Try it: Produce word for word the lines of the data below running from the one that has "now = time.time()" to the one that has "failed += not answer.ok", inclusive, and no others.

[Collected data]

"""`hourwatch notify-test --config FILE --role ROLE`: the commissioning step. Sends one
clearly marked test page to every address of every route of the role, over the real
channels, and prints what each channel answered (SMTP reply, HTTP status, HL7 ACK).
Nothing is journaled and no alarm is involved. Exit status 1 if any page failed."""

from __future__ import annotations

import argparse
import hashlib
import time
from pathlib import Path

from ..config import load_config
from ..errors import UserError
from ..notify.channels import sender_for
from ..notify.pages import Page
from ..notify.settings import Route, check_notify, policy_roles
from ..rule_files import load_policy


def add(sub: argparse._SubParsersAction[argparse.ArgumentParser]) -> None:
    c = sub.add_parser("notify-test",
                       help="send a test page through every route of a role and show what "
                       "each channel answered")  # fmt: skip
    c.add_argument("--config", type=Path, required=True, help="service config (TOML)")
    c.add_argument("--role", required=True, help="a role from the escalation policy")
    c.add_argument("--ward", default=None, help="only the routes that serve this ward")
    c.set_defaults(run=run)


def test_page(route: Route, to: str, now: float) -> Page:
    stamp = time.strftime("%H:%M UTC", time.gmtime(now))
    text = (f"TEST PAGE, not an alarm: Hourwatch check of role {route.role} via "
            f"{route.channel} at {stamp}. Nothing to do.")  # fmt: skip
    key = hashlib.sha256(f"test\x1f{now!r}\x1f{route.channel}\x1f{to}".encode()).hexdigest()
    return Page(
        key=key[:32], type="test", text=text, alarm=None,
        alarm_id=f"test/{route.role}/{time.strftime('%Y%m%dT%H%M%SZ', time.gmtime(now))}",
        ward=route.ward, bed=None, priority="info", alarm_kind="advisory", state="test",
        rule="test-page", title="Test page", event_time=now, channel=route.channel,
        recipient=to, role=route.role,
    )  # fmt: skip


def run(args: argparse.Namespace) -> int:
    where = str(args.config)
    cfg = load_config(args.config)  # validates the notify section: roles, channels, secrets
    n = cfg.notify
    if not n.enabled:
        raise UserError(f"{where}: notify: no channels configured, nothing to test")
    ward = args.ward
    role = args.role
    routes = [r for r in n.routes if r.role == role and (ward is None or r.ward in (None, ward))]
    if not routes:
        routed = ", ".join(sorted({r.role for r in n.routes})) or "none"
        raise UserError(f"--role: no route for role {args.role!r}"
                        + (f" and ward {args.ward!r}" if args.ward else "")
                        + f" (routed roles: {routed})")  # fmt: skip
    secrets = check_notify(n, policy_roles(load_policy(cfg.rules)), where)
    channels = {c.name: c for c in n.channels}
    now = time.time()
    failed = sent = 0
    for r in routes:
        sender = sender_for(channels[r.channel], secrets.channel.get(r.channel))
        for to in r.to:
            answer = sender.send([test_page(r, to, now)])[0]
            sent += 1
            failed += not answer.ok
            print(f"{'ok' if answer.ok else 'FAIL':<5} {r.channel} ({sender.kind})  {to}  "
                  f"{answer.text}", flush=True)  # fmt: skip
    print(f"{sent - failed} of {sent} test pages confirmed for role {args.role}")
    return 1 if failed else 0
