"""`hourwatch check --config FILE`: validate what `hourwatch run` would load, and say what
it would do (subscriptions, journal, broker, health address), without connecting to the
broker or opening the journal for writing. A problem is one line naming the file and
key, exit status 2, as for `hourwatch run`."""

from __future__ import annotations

import argparse
import os
from pathlib import Path

from ..config import ServiceConfig, load_config
from ..errors import UserError
from ..journal import is_journal
from ..notify.settings import policy_roles
from ..profile_files import BUNDLED as BUNDLED_PROFILES
from ..profile_files import load_profiles
from ..rule_files import BUNDLED as BUNDLED_RULES
from ..rule_files import POLICY_FILE
from ..service import Service


def add(sub: argparse._SubParsersAction[argparse.ArgumentParser]) -> None:
    c = sub.add_parser(
        "check", help="validate a service config, its profiles and rules; show what run would do"
    )
    c.add_argument("--config", type=Path, default=None, help="service config (TOML)")
    c.add_argument("--broker", default=None, metavar="HOST:PORT", help="as for run")
    c.add_argument("--journal", default=None, metavar="FILE|URL", help="as for run")
    c.set_defaults(run=run)


def check_journal(cfg: ServiceConfig, where: str) -> str:
    """What run would do with the journal path; UserError naming journal.path if it could
    not use it. Reads nothing but the file's header: a running service may hold it.
    A PostgreSQL journal is not contacted (check connects to nothing): its URL is shown
    with the active/standby group it forms."""
    if cfg.journal.url is not None:
        group = cfg.ha.group or cfg.broker.client_id
        wards = ", ".join(cfg.shard.wards) if cfg.shard.wards else "every ward"
        return (f"{cfg.journal.url} (PostgreSQL; active/standby group {group!r}, lease "
                f"{cfg.ha.lease_s:g} s; wards: {wards})")  # fmt: skip
    path = cfg.journal.path
    folder = path.resolve().parent
    if path.exists():
        if path.is_dir():
            raise UserError(f"{where}: journal.path: {path} is a folder, not a file")
        if not is_journal(path):
            raise UserError(f"{where}: journal.path: {path} exists but is not a Hourwatch journal")
        if not os.access(path, os.R_OK | os.W_OK):
            raise UserError(f"{where}: journal.path: {path} is not readable and writable by us")
        return f"{path} (existing journal, {path.stat().st_size} bytes)"
    if not folder.is_dir():
        raise UserError(f"{where}: journal.path: folder {folder} does not exist")
    if not os.access(folder, os.W_OK | os.X_OK):
        raise UserError(f"{where}: journal.path: cannot create files in {folder}")
    return f"{path} (created at the first start)"


def run(args: argparse.Namespace) -> int:
    where = str(args.config) if args.config is not None else "configuration"
    cfg = load_config(args.config, broker=args.broker, journal=args.journal)
    # The service's own loading: profiles, rules, the escalation policy and the engine
    # built from them, so that check and run can never disagree about a file.
    svc = Service(cfg)
    profiles = {p.subscription: p for p in load_profiles(cfg.profiles)}
    journal = check_journal(cfg, where)
    b = cfg.broker
    if b.password is not None:
        auth = f"username {b.username or '(none)'}, password given"
    elif b.password_file is not None:
        auth = f"username {b.username or '(none)'}, password from {b.password_file}"
    else:
        auth = f"username {b.username}, no password" if b.username else "anonymous"
    rules_dir = cfg.rules or BUNDLED_RULES
    policy = rules_dir / POLICY_FILE
    if not policy.is_file():
        policy = BUNDLED_RULES / POLICY_FILE
    enabled = [r.id for r in svc.rules if r.enabled]
    disabled = [r.id for r in svc.rules if not r.enabled]

    print(f"ok  {where}")
    print(f"broker     {b.host}:{b.port}  MQTT {b.protocol}  client id {b.client_id!r}  "
          f"{'TLS (CA ' + str(b.tls.ca_file) + ')' if b.tls else 'no TLS'}  {auth}")  # fmt: skip
    print(f"journal    {journal}, kept {cfg.journal.retention_days:g} days")
    listen = cfg.health.listen
    print(f"health     {f'http://{listen}/health and /metrics' if listen else 'off'}")
    print_board(cfg)
    print(f"profiles   {cfg.profiles or BUNDLED_PROFILES} ({len(profiles)})")
    print(f"rules      {rules_dir} ({len(enabled)} enabled"
          + (f", disabled: {', '.join(disabled)}" if disabled else "") + ")")  # fmt: skip
    print(f"escalation {policy}")
    print(f"recovery   re-feeds {(svc.window_s) / 3600:g} h of journal at start")
    print("subscribes (QoS 1):")
    prefix = cfg.topic_prefix
    for topic in svc.subscriptions:
        p = profiles.get(topic)
        if p is not None:
            what = f"profile {p.name}: {p.volume.semantics}, every {p.timing.period_s} s"
        elif topic == f"{prefix}/ack/+":
            what = "alarm acknowledgements, one topic per user (broker ACL)"
        elif topic == f"{prefix}/ack":
            what = "alarm acknowledgements naming the person (no broker logins)"
        elif topic == f"{prefix}/beds/+/+":
            what = "bed context and clinical inputs"
        else:
            what = ""
        print(f"  {topic:<36} {what}")
    print(f"publishes  {prefix}/alarms/WARD/BED, {prefix}/advice/WARD/BED, "
          f"{prefix}/state/WARD/BED (retained), {prefix}/status (retained, last will), "
          f"{prefix}/rejected")  # fmt: skip
    print_notify(cfg, svc)
    return 0


def print_board(cfg: ServiceConfig) -> None:
    """The ward board: where, who may log in, whether looking needs a login."""
    b = cfg.board
    if not b.listen:
        print("board      off (board.listen)")
        return
    from ..web.users import read_users

    users = read_users(b.users_file).users  # an unreadable file: one line, exit 2
    looking = "looking needs a login" if b.require_login else "looking needs no login"
    print(f"board      http://{b.listen}/  {looking}; {len(users)} user(s) in {b.users_file} "
          f"may log in to acknowledge")  # fmt: skip
    if not users:
        print("  no users yet: `hourwatch user add NAME --role ROLE --config FILE`")


def print_notify(cfg: ServiceConfig, svc: Service) -> None:
    """The paging section (validated by load_config: roles, channels, secrets)."""
    n = cfg.notify
    if not n.enabled:
        print("paging     no channels: pages stay on MQTT")
        return
    print(f"paging     {len(n.channels)} channel(s); failing after {n.fail_after_attempts} "
          f"attempts or {n.fail_after_s:g} s; given up after {n.give_up_after_s:g} s")  # fmt: skip
    for c in n.channels:
        where = getattr(c, "url", None) or f"{getattr(c, 'host', '')}:{getattr(c, 'port', '')}"
        print(f"  channel {c.name:<16} {c.kind:<11} {where}")
    for r in n.routes:
        ward = f" (ward {r.ward} only)" if r.ward else ""
        print(f"  route   {r.role:<16} -> {r.channel}: {', '.join(r.to)}{ward}")
    links = f"{n.ack_base_url}/ack/..., valid {n.ack_link_valid_s} s" if n.ack_base_url \
        else "off (no ack_base_url)"  # fmt: skip
    print(f"  acknowledgement links {links}")
    unrouted = sorted(policy_roles(svc.policy) - {r.role for r in n.routes})
    if unrouted:
        print(f"  no route for {', '.join(unrouted)}: their pages stay on MQTT")
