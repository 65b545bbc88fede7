"""One module per `hourwatch` subcommand: each has `add(subparsers)` and `run(args)`."""
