def test_physiological_pod(tmp_path_factory: pytest.TempPathFactory) -> None:
    r = replayed("pod-physiological", tmp_path_factory)
    # source: POD = > 200 mL/h for 2 consecutive h or > 3 L in 24 h (Halbgewachs & Domes,
    # Can Fam Physician 2015)
    assert r.first("pod-hourly") < 3.0  # rises within the hour of decompression at 0.5 h
    assert r.first("pod-24h") < 24.0
    # self-limiting: the hourly output is back under 200 mL/h by the end
    # source: physiological POD usually settles within ~24 h (LITFL; Halbgewachs 2015)
    assert r.hourly_at_end("bed-p1") < 200
    # replacement follows the advice (65% of output, 50-75% practice), so once it runs
    # it does not stay behind
    behind = [a for a in r.alarms() if a.rule == "replacement-behind"]
    assert not behind or behind[-1].state is State.RESOLVED
    assert "hypovolaemia-risk" not in r.rules_raised()
    advice = [e for e in r.effects if type(e).__name__ == "AdviceIssued"]
    assert len(advice) >= 10  # one per completed clock hour while POD is open


def test_pathological_pod(tmp_path_factory: pytest.TempPathFactory) -> None:
    r = replayed("pod-pathological", tmp_path_factory)
    raised = r.rules_raised()
    # source: Halbgewachs & Domes 2015 (both POD criteria)
    assert {"pod-hourly", "pod-24h"} <= raised
    # persisting: still above 200 mL/h after more than a day
    # source: a pathological POD persists after euvolaemia (LITFL; Halbgewachs 2015)
    assert r.hourly_at_end("bed-q1") > 200
    # replacement capped at 150 mL/h: under the 50% line of the rule
    # source: 50-75% replacement practice (Halbgewachs 2015, from memory)
    assert "replacement-behind" in raised
    # shock index >= 1.0 is "moderate" (Mutschler et al., Crit Care 2013)
    hypo = [a for a in r.alarms() if a.rule == "hypovolaemia-risk" and a.state is State.ACTIVE]
    assert hypo and hypo[0].priority == "high"
    # source: hypernatraemia > 145 mmol/L (Adrogué & Madias, NEJM 2000)
    assert "sodium-high" in raised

Result:
    now = time.time()
    failed = sent = 0
    for r in routes:
        sender = sender_for(channels[r.channel], secrets.channel.get(r.channel))
        for to in r.to:
            answer = sender.send([test_page(r, to, now)])[0]
            sent += 1
            failed += not answer.ok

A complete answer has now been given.